Nacha Fraud Monitoring Phase 1 Takes Effect, Requiring Risk-Based Screening of ACH Payments

Nacha's fraud monitoring rule Phase 1 takes effect on March 20, 2026, marking one of the most significant operational compliance changes to the ACH network in recent years. The rule amendments require all Originating Depository Financial Institutions, along with non-consumer Originators, Third-Party Service Providers, and Third-Party Senders with annual ACH origination volume of six million or greater in 2023, to establish and implement risk-based processes and procedures reasonably intended to identify ACH entries initiated due to fraud.

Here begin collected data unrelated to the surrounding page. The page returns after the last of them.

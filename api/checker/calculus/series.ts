import type { Expr, SeriesExpr } from '../../../shared/maths/expression.ts';
import { sameExpr } from '../../../shared/maths/same.ts';
import { compareExpressions } from '../compare/compare-expressions.ts';
import type { CheckContext } from '../context.ts';
import * as Q from '../numbers/rational.ts';
import { reduceFraction, toFraction } from '../solving/fraction.ts';
import { leading } from '../solving/polynomial.ts';
import { isKnown, toBall } from '../values/arithmetic.ts';
import { evaluate, prepare } from '../values/evaluate.ts';
import { ballToNumber } from '../numbers/ball.ts';
import {
  addExprs,
  callOf,
  divExprs,
  infinityExpr,
  isZeroExpr,
  mulExprs,
  negateExpr,
  noValueExpr,
  numberOf,
  oneExpr,
  powExprs,
  rationalExpr,
  subExprs,
  wherever,
  zeroExpr,
} from './build.ts';
import { isIndexed } from './indexed-letters.ts';
import { isFree, polynomialIn, termsIn } from './integrand.ts';
import { infinitySign } from './limit.ts';
import { divergentSum } from './divergent-sums.ts';
import { knownInfiniteProduct, knownInfiniteSum } from './known-sums.ts';
import { substitute } from './substitute.ts';
import { telescoped } from './telescope.ts';

/** A sum in closed form: polynomials, geometric terms, telescoping ones; null where there is none to be proved. */
export function closedSeries(node: SeriesExpr, context: CheckContext): Expr | null {
  const { index, from, to, body } = node;
  if (isIndexed(node)) return null;
  if (node.operation === 'product') return closedProduct(node, context);
  if (isZeroExpr(body) && infinitySign(to) !== null) return zeroExpr;
  const isInfinite = infinitySign(to) === 1;
  if (!isInfinite && infinitySign(to) !== null) return null;
  const known = isInfinite ? divergentFraction(body, index, context) : null;
  if (known) return known;
  const telescope = telescoped(body, index, context);
  if (telescope)
    return isInfinite
      ? telescope.atInfinity && subExprs(telescope.atInfinity, at(telescope.sum, index, from))
      : between(telescope.sum, index, from, to);
  const parts = termsIn(body, index).map((term) => closedTerm(term, node, isInfinite, context));
  if (parts.every((part) => part !== null)) return addExprs(...(parts as Expr[]));
  return isInfinite ? (sumOfKnown(body, index, from, context) ?? divergentSum(body, index, context)) : null;
}

/** By terms, each of which has to converge by itself. */
function sumOfKnown(body: Expr, index: string, from: Expr, context: CheckContext): Expr | null {
  const whole = knownInfiniteSum(body, index, from, context);
  if (whole) return whole;
  const terms = termsIn(body, index);
  if (terms.length < 2) return null;
  const parts = terms.map((term) => closedSeries(seriesOf(term, index, from), context));
  const isFinite = parts.every((part) => part !== null && infinitySign(part) === null && !sameExpr(part, noValueExpr));
  return isFinite ? addExprs(...(parts as Expr[])) : null;
}

function seriesOf(body: Expr, index: string, from: Expr): SeriesExpr {
  return { kind: 'series', operation: 'sum', index, from, to: infinityExpr, body, span: body.span };
}

/** Quotients of polynomials that do not fall faster than 1/k have no finite sum. */
function divergentFraction(body: Expr, index: string, context: CheckContext): Expr | null {
  const fraction = toFraction(prepare(body, context), index);
  if (!fraction) return null;
  const { num, den } = reduceFraction(fraction);
  if (num.length === 0 || num.length + 1 < den.length) return null;
  return leading(num) > 0n === leading(den) > 0n ? infinityExpr : negateExpr(infinityExpr);
}

function at(expr: Expr, index: string, value: Expr): Expr {
  return substitute(expr, index, value);
}

/** G(to + 1) - G(from). */
function between(sum: Expr, index: string, from: Expr, to: Expr): Expr {
  return subExprs(at(sum, index, addExprs(to, oneExpr)), at(sum, index, from));
}

function closedProduct({ index, from, to, body }: SeriesExpr, context: CheckContext): Expr | null {
  if (infinitySign(to) === 1) return knownInfiniteProduct(body, index, from, context);
  if (infinitySign(to) !== null || !isFree(body, index)) return null;
  return powExprs(body, addExprs(to, negateExpr(from), oneExpr));
}

/** A polynomial times r^k, summed as G(k+1) - G(k). */
function closedTerm(
  term: Expr,
  { index, from, to }: SeriesExpr,
  isInfinite: boolean,
  context: CheckContext,
): Expr | null {
  const geometric = splitGeometric(term, index);
  const coefs = geometric && polynomialIn(geometric.rest, index);
  if (!geometric || !coefs || coefs.length > 13) return null;
  const { ratio } = geometric;
  if (ratio === null || isOne(ratio, context)) {
    if (isInfinite) return null;
    return addExprs(
      ...coefs.map((coef, k) => mulExprs(coef, subExprs(powerSum(k, to), powerSum(k, subExprs(from, oneExpr))))),
    );
  }
  const quotient = geometricPart(coefs, ratio);
  const sum = (k: Expr): Expr =>
    mulExprs(
      addExprs(...quotient.map((coef, j) => mulExprs(coef, j === 0 ? oneExpr : powExprs(k, numberOf(j))))),
      powExprs(ratio, k),
    );
  if (!isInfinite) return subExprs(sum(addExprs(to, oneExpr)), sum(from));
  const converges = tendsToZero(ratio, context);
  if (converges === false || converges === null) return null;
  const total = negateExpr(sum(from));
  return converges === 'condition' ? wherever(callOf('ln', subExprs(oneExpr, mulExprs(ratio, ratio))), total) : total;
}

function isOne(ratio: Expr, context: CheckContext): boolean {
  return compareExpressions(ratio, oneExpr, context).kind === 'equal';
}

/** Whether |r| < 1; 'condition' where that depends on letters. */
function tendsToZero(ratio: Expr, context: CheckContext): boolean | 'condition' | null {
  const worth = evaluate(ratio, new Map(), 128, context);
  if (worth.kind === 'rational') return Q.compare(Q.absolute(worth.value), Q.one) < 0;
  if (!isKnown(worth)) return worth.kind === 'unknown' && context.numbers === 'real' ? 'condition' : null;
  const ball = toBall(worth, 128);
  if (ball.im !== null) return null;
  const size = Math.abs(ballToNumber(ball.re, 128));
  return Math.abs(size - 1) < 1e-9 ? null : size < 1;
}

/** Q with r Q(k+1) - Q(k) = P(k): from the highest coefficient down. */
function geometricPart(coefs: readonly Expr[], ratio: Expr): Expr[] {
  const result: Expr[] = coefs.map(() => zeroExpr);
  const bottom = subExprs(ratio, oneExpr);
  for (let m = coefs.length - 1; m >= 0; m -= 1) {
    const higher = result.slice(m + 1).map((coef, k) => mulExprs(numberOf(binomial(m + 1 + k, m)), coef));
    result[m] = divExprs(subExprs(coefs[m] as Expr, mulExprs(ratio, addExprs(...higher))), bottom);
  }
  return result;
}

function binomial(n: number, k: number): bigint {
  let result = 1n;
  for (let j = 1; j <= k; j += 1) result = (result * BigInt(n - j + 1)) / BigInt(j);
  return result;
}

/** 1^m + ... + n^m as a polynomial: (n+1)^(m+1) - 1 is the sum of the binomials times the lower sums. */
export function powerSum(m: number, n: Expr): Expr {
  const coefs = powerSumCoefficients(m);
  return addExprs(
    ...coefs.map((coef, k) => (Q.isZero(coef) ? zeroExpr : mulExprs(rationalExpr(coef), powExprs(n, numberOf(k))))),
  );
}

function powerSumCoefficients(m: number): Q.Rational[] {
  const sums: Q.Rational[][] = [];
  for (let order = 0; order <= m; order += 1) {
    let total = Array.from({ length: order + 2 }, (_, k) => Q.rational(k === 0 ? 0n : binomial(order + 1, k)));
    for (let j = 0; j < order; j += 1) {
      const times = Q.rational(binomial(order + 1, j));
      total = total.map((coef, k) => Q.sub(coef, Q.mul(times, sums[j]?.[k] ?? Q.zero)));
    }
    sums.push(total.map((coef) => Q.div(coef, Q.rational(order + 1))));
  }
  return sums[m] as Q.Rational[];
}

interface Geometric {
  readonly ratio: Expr | null;
  readonly rest: Expr;
}

/** Takes powers with the index in the exponent apart from the rest of a product. */
function splitGeometric(term: Expr, index: string): Geometric | null {
  const ratios: Expr[] = [];
  const rest: Expr[] = [];
  const visit = (node: Expr, times: 1 | -1): boolean => {
    if (node.kind === 'product') return node.factors.every((factor) => visit(factor, times));
    if (node.kind === 'quotient') return visit(node.numerator, times) && visit(node.denominator, times === 1 ? -1 : 1);
    if (node.kind === 'sum' && node.terms.length === 1 && node.terms[0]?.sign === 'minus') {
      rest.push(numberOf(-1));
      return visit(node.terms[0].expr, times);
    }
    const power = powerOf(node);
    if (power && !isFree(power.exponent, index)) {
      const linear = polynomialIn(power.exponent, index);
      if (!isFree(power.base, index) || linear?.length !== 2) return false;
      ratios.push(powExprs(power.base, mulExprs(numberOf(times), linear[1] as Expr)));
      rest.push(powExprs(power.base, mulExprs(numberOf(times), linear[0] as Expr)));
      return true;
    }
    if (times === -1 && !isFree(node, index)) return false;
    rest.push(times === 1 ? node : divExprs(oneExpr, node));
    return true;
  };
  if (!visit(term, 1)) return null;
  return { ratio: ratios.length === 0 ? null : mulExprs(...ratios), rest: mulExprs(...rest) };
}

function powerOf(node: Expr): { base: Expr; exponent: Expr } | null {
  if (node.kind === 'power') return node;
  if (node.kind === 'call' && node.name === 'exp' && node.args[0])
    return { base: { kind: 'constant', name: 'e', span: node.span }, exponent: node.args[0] };
  return null;
}
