import type { Expr, ProductExpr, Term, TermSign } from './expression.ts';
import { readExponent, readScripts } from './read-arguments.ts';
import { mixedNumber } from './read-numbers.ts';
import { readPower } from './read-power.ts';
import {
  ahead,
  atDifferential,
  atoms,
  barIsScripted,
  checkDepth,
  choose,
  context,
  deeper,
  depth,
  enclosed,
  fail,
  flag,
  is,
  kind,
  lastEnd,
  next,
  numberOf,
  peek,
  type Read,
  skip,
  span,
  start,
  startsFactor,
  sum,
  takeAll,
  takeDifferential,
  token,
  variable,
} from './reader.ts';

const SIGNS: Partial<Record<string, TermSign>> = { '+': 'plus', '-': 'minus', '±': 'plusminus', '∓': 'minusplus' };

/** Terms joined by signs. */
export function readSum(): Expr {
  const from = start;
  const isBare = !SIGNS[kind];
  const terms: Term[] = [];
  do {
    const place = start;
    const sign = SIGNS[kind];
    if (sign) next();
    const expr = readSigned(readProduct);
    terms.push({ sign: sign ?? 'plus', expr, span: { start: place, end: lastEnd } });
    // After `\int\frac{dx}{x}` the integrand is over.
  } while (SIGNS[kind] && (context.dx !== 'ends' || variable === null));
  const expr: Expr = isBare && !terms[1] ? terms[0]!.expr : { kind: 'sum', terms, span: span(from) };
  return is('|') && context.bars === 0 && barIsScripted() ? readBar(expr, from) : expr;
}

/** A second sign, as in `3--2` and `2\cdot-3`, makes a term of its own. */
export function readSigned(read: Read): Expr {
  const from = start;
  const sign = SIGNS[kind];
  if (!sign) return read();
  next();
  const expr = deeper(() => readSigned(read));
  const place = span(from);
  return { kind: 'sum', terms: [{ sign, expr, span: place }], span: place };
}

/** `F|_a^b` without a `\left.`: the whole sum is meant, or only its last term. */
function readBar(expr: Expr, from: number): Expr {
  const isLast = expr.kind === 'sum' && expr.terms.length > 1 && choose('evaluated');
  next();
  if (!isLast) return readEvaluation(expr, from);
  const last = expr.terms[expr.terms.length - 1]!;
  const operand = readEvaluation(last.expr, last.expr.span.start);
  const term = { ...last, expr: operand, span: { start: last.span.start, end: lastEnd } };
  return { ...expr, terms: [...expr.terms.slice(0, -1), term], span: span(from) };
}

/** The `_a^b` after an evaluation bracket or bar; the bracket itself was taken. */
export function readEvaluation(operand: Expr, from: number): Expr {
  const [lower, upper] = readScripts(readBound, readBound);
  const to = upper ?? lower ?? fail('missing-operand _');
  return {
    kind: 'evaluated',
    operand,
    variable: lower?.variable ?? to.variable,
    from: upper && lower && lower.value,
    to: to.value,
    span: span(from),
  };
}

interface Bound {
  readonly variable: string | null;
  readonly value: Expr;
}

function readBound(): Bound {
  if (!ahead(/\{a=/y)) return { variable: null, value: readExponent() };
  const { text } = peek(1);
  skip(3);
  return { variable: text, value: enclosed('}', sum) };
}

/** Factors and divisions, from left to right. */
export function readProduct(from = start, first = readFactor()): Expr {
  let run = startRun(first);
  let levels = depth;
  for (;;) {
    const { gap } = token;
    switch (kind) {
      case '$':
      case ')':
      case '+':
      case '-':
      case '=':
        return productOf(run, from);
      case '*':
      case '×': {
        const join = next().kind === '*' ? 'dot' : 'times';
        if (context.dx === 'ends' && atDifferential()) return productOf(run, from);
        addFactor(run, readSigned(readFactor), join);
        continue;
      }
      case '/':
      case '÷':
      case ':': {
        levels += 1;
        checkDepth(levels);
        const numerator = productOf(run, from);
        const written = next().kind === '/' ? 'slash' : 'divide';
        run = startRun({ kind: 'quotient', numerator, denominator: readDivisor(), written, span: span(from) });
        continue;
      }
      case '{':
        if (takeAll(/\{\}/y)) continue;
        break;
      case '|':
        if (!opensInnerBar() && !startsFactor()) return productOf(run, from);
        break;
      default:
        if (!startsFactor()) return productOf(run, from);
    }
    if (context.dx === 'held' && atDifferential()) takeDifferential();
    else addFactor(run, readFactor(), 'implicit', gap);
  }
}

/** `|a|b|c|`: the second bar may also open an inner pair. */
function opensInnerBar(): boolean {
  const after = peek(1).kind;
  return token.side === '' && context.bars === 1 && after !== '|' && atoms[after] !== undefined && choose('bars');
}

function readFactor(): Expr {
  if (context.dx !== 'held' || !atDifferential()) return readPower();
  const from = start;
  takeDifferential();
  return startsFactor() ? readFactor() : numberOf(span(from), 1n);
}

type Join = ProductExpr['joins'][number];

/** One product while it is read. */
export interface Run {
  readonly factors: Expr[];
  readonly joins: Join[];
}

export function startRun(first: Expr): Run {
  return first.kind === 'product' && !first.bracketed
    ? { factors: [...first.factors], joins: [...first.joins] }
    : { factors: [first], joins: [] };
}

/** `gap`: a space parts the factor from the one before it. */
export function addFactor({ factors, joins }: Run, expr: Expr, join: Join = 'implicit', gap = false): void {
  const last = factors.pop()!;
  if (join === 'implicit') {
    const mixed = gap ? null : mixedNumber(last, expr);
    if (mixed) return void factors.push(mixed);
    if (isDivided(last)) flag('slash-product');
    if (expr.kind === 'number' && last.kind === 'number' && !expr.bracketed && !last.bracketed) {
      fail('bad-number *', expr.span);
    }
  }
  factors.push(last);
  joins.push(join);
  if (expr.kind === 'product' && !expr.bracketed) {
    factors.push(...expr.factors);
    joins.push(...expr.joins);
  } else factors.push(expr);
}

/** Written with a sign of division, so that what stands directly after it may or may not belong to it. */
function isDivided(expr: Expr): boolean {
  return expr.kind === 'quotient' && expr.written !== 'fraction' && !expr.bracketed;
}

/** The run as one expression. */
export function productOf({ factors, joins }: Run, from: number): Expr {
  return factors.length === 1 ? factors[0]! : { kind: 'product', factors, joins, span: span(from) };
}

/** `1/2x`: the divisor with what stands directly beside it, where that belongs to it. */
function readDivisor(): Expr {
  const from = start;
  const first = readSigned(readFactor);
  if (!startsFactor() || !((is('F') && !token.gap && first.kind === 'number') || choose('slash'))) return first;
  const run = startRun(first);
  do {
    const { gap } = token;
    addFactor(run, readFactor(), 'implicit', gap);
  } while (startsFactor());
  return productOf(run, from);
}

Receiving Depository Financial Institutions are also brought within the monitoring framework for the first time. RDFIs with annual ACH receipt volume of ten million or greater in 2023 must now implement risk-based processes and procedures designed to identify credit entries initiated due to fraud. The rule allows institutions to take a risk-based approach, considering factors such as transactional velocity, anomalies including SEC code mismatches with account types, and account characteristics such as account age and average balance.

The rule also introduces new Company Entry Description field requirements. Originators must now use the value PAYROLL for all PPD credit entries that pay wages, salaries, or similar compensation, and PURCHASE for e-commerce purchase debits. These standardized descriptors are designed to improve downstream fraud detection by giving receiving institutions clearer signals about payment intent.

Phase 2, scheduled for June 19, 2026, will eliminate the volume thresholds entirely, extending the fraud monitoring mandate to all non-consumer Originators, Third-Party Service Providers, and Third-Party Senders regardless of their origination or transmission volume. At that point, every institution originating or receiving ACH payments will be required to have comparable monitoring in place.

The rule amendments are part of a broader Nacha risk management package intended to reduce the incidence of successful fraud attempts and improve the recovery of funds after frauds have occurred. Industry observers note that many smaller financial institutions are still preparing their compliance programs ahead of the Phase 2 deadline.